*Activity:*
Return exactly the lines of the records below, starting at the line that contains "expect(Math.hypot(...unit([3, 4, 12]))).toBeCloseTo(1, 15);" and ending at the line that contains "it('gives the perpendicular", with both of those lines kept.

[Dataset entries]
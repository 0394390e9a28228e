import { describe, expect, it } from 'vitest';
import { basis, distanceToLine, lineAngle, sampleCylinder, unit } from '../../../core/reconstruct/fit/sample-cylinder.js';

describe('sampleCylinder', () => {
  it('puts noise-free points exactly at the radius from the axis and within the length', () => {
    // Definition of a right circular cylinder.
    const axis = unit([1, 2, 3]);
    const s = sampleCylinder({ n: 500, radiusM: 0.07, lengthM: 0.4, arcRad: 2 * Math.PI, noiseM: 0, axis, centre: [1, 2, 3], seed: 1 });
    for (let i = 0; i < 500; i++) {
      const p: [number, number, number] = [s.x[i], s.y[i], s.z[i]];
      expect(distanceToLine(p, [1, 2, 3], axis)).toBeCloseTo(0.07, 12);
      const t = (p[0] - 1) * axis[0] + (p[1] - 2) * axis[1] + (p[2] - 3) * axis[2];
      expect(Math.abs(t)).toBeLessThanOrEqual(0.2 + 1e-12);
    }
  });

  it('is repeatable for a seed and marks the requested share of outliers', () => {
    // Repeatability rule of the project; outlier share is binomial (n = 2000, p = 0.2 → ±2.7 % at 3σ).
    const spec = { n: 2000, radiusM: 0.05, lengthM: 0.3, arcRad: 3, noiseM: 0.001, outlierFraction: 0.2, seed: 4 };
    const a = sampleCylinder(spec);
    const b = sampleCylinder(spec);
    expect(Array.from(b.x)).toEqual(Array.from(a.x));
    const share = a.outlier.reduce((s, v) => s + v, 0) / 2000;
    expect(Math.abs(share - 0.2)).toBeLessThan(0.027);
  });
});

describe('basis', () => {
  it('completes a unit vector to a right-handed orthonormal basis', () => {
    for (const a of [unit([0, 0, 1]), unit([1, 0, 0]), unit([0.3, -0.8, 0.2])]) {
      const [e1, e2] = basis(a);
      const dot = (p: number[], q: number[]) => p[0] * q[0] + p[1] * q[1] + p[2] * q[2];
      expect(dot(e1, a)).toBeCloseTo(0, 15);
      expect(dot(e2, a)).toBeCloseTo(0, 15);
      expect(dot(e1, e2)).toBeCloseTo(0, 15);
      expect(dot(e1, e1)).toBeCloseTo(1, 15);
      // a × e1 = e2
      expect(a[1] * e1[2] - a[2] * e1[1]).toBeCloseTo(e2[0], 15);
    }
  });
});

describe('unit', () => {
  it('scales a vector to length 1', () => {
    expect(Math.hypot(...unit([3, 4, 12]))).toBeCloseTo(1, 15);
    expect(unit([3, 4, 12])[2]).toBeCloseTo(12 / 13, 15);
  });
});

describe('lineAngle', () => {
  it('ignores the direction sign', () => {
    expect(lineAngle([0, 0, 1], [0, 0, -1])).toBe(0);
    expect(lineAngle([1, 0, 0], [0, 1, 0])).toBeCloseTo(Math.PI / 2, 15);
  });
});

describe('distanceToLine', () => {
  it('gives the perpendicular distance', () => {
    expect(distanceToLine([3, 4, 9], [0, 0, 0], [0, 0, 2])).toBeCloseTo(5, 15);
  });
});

*Exercise output:*
    expect(Math.hypot(...unit([3, 4, 12]))).toBeCloseTo(1, 15);
    expect(unit([3, 4, 12])[2]).toBeCloseTo(12 / 13, 15);
  });
});

describe('lineAngle', () => {
  it('ignores the direction sign', () => {
    expect(lineAngle([0, 0, 1], [0, 0, -1])).toBe(0);
    expect(lineAngle([1, 0, 0], [0, 1, 0])).toBeCloseTo(Math.PI / 2, 15);
  });
});

describe('distanceToLine', () => {
  it('gives the perpendicular distance', () => {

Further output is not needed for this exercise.